● Task item: Where does the string "size" occur in the entries below? Copy every line where it does.

● Dataset entries:
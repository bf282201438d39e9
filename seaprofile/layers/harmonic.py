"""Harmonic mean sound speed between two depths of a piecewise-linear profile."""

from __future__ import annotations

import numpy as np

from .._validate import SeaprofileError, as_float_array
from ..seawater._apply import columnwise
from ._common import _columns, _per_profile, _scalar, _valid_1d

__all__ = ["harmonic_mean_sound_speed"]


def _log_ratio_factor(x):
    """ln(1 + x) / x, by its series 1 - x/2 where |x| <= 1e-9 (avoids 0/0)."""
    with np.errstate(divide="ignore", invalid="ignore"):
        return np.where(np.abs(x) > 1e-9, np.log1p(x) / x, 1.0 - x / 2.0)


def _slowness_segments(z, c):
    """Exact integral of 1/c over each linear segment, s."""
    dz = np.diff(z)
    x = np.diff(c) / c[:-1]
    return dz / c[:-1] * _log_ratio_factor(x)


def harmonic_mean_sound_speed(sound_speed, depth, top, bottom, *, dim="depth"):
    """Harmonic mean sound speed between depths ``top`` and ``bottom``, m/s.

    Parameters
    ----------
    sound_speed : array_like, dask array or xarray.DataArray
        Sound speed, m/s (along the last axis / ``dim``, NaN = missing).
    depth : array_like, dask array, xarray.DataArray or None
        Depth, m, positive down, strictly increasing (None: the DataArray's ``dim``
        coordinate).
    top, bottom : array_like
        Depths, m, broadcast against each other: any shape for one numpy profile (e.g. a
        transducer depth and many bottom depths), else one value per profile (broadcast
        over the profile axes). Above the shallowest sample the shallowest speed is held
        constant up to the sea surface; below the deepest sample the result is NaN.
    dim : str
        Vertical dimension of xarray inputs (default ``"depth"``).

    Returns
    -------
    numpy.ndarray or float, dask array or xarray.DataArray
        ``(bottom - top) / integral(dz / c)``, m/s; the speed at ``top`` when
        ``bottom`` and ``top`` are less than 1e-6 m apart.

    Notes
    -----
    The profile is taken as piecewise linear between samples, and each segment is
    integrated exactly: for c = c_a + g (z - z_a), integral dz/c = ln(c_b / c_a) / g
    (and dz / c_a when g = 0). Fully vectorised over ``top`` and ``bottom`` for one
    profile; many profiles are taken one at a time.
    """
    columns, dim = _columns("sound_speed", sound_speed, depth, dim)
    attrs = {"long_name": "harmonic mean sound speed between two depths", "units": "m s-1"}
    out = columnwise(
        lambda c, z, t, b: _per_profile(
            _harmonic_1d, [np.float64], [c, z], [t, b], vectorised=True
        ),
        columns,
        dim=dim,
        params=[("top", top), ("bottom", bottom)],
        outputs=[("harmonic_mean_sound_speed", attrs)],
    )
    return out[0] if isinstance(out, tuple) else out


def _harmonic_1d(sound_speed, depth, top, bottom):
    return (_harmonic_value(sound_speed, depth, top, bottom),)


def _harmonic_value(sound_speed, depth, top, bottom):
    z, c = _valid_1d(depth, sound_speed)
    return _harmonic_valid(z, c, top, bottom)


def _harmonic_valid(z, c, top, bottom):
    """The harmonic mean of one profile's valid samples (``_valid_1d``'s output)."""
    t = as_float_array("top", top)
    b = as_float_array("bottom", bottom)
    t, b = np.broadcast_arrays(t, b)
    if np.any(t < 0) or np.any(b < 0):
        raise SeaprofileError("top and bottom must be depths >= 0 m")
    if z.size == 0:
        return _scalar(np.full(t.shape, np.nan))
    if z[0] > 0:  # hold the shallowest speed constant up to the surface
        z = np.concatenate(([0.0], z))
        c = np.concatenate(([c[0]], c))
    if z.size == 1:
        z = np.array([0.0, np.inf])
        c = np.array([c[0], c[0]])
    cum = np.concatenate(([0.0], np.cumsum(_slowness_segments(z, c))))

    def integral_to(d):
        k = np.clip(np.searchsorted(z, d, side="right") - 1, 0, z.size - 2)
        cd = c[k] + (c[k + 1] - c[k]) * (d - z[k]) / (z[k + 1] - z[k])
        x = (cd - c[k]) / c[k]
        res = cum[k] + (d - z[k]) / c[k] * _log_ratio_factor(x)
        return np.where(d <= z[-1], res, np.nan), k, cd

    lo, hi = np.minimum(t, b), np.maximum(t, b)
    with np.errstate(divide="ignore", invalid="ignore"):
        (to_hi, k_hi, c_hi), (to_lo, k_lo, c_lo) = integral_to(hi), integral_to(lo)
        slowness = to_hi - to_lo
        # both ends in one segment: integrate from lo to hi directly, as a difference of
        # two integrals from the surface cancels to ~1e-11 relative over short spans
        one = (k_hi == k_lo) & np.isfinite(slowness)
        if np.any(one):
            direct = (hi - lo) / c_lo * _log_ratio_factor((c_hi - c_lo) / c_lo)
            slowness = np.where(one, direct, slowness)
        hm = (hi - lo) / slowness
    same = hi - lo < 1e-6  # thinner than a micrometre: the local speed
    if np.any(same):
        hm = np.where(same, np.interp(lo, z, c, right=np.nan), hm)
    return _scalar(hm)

● The completed task:
    if z.size == 0:
    if z.size == 1:
        k = np.clip(np.searchsorted(z, d, side="right") - 1, 0, z.size - 2)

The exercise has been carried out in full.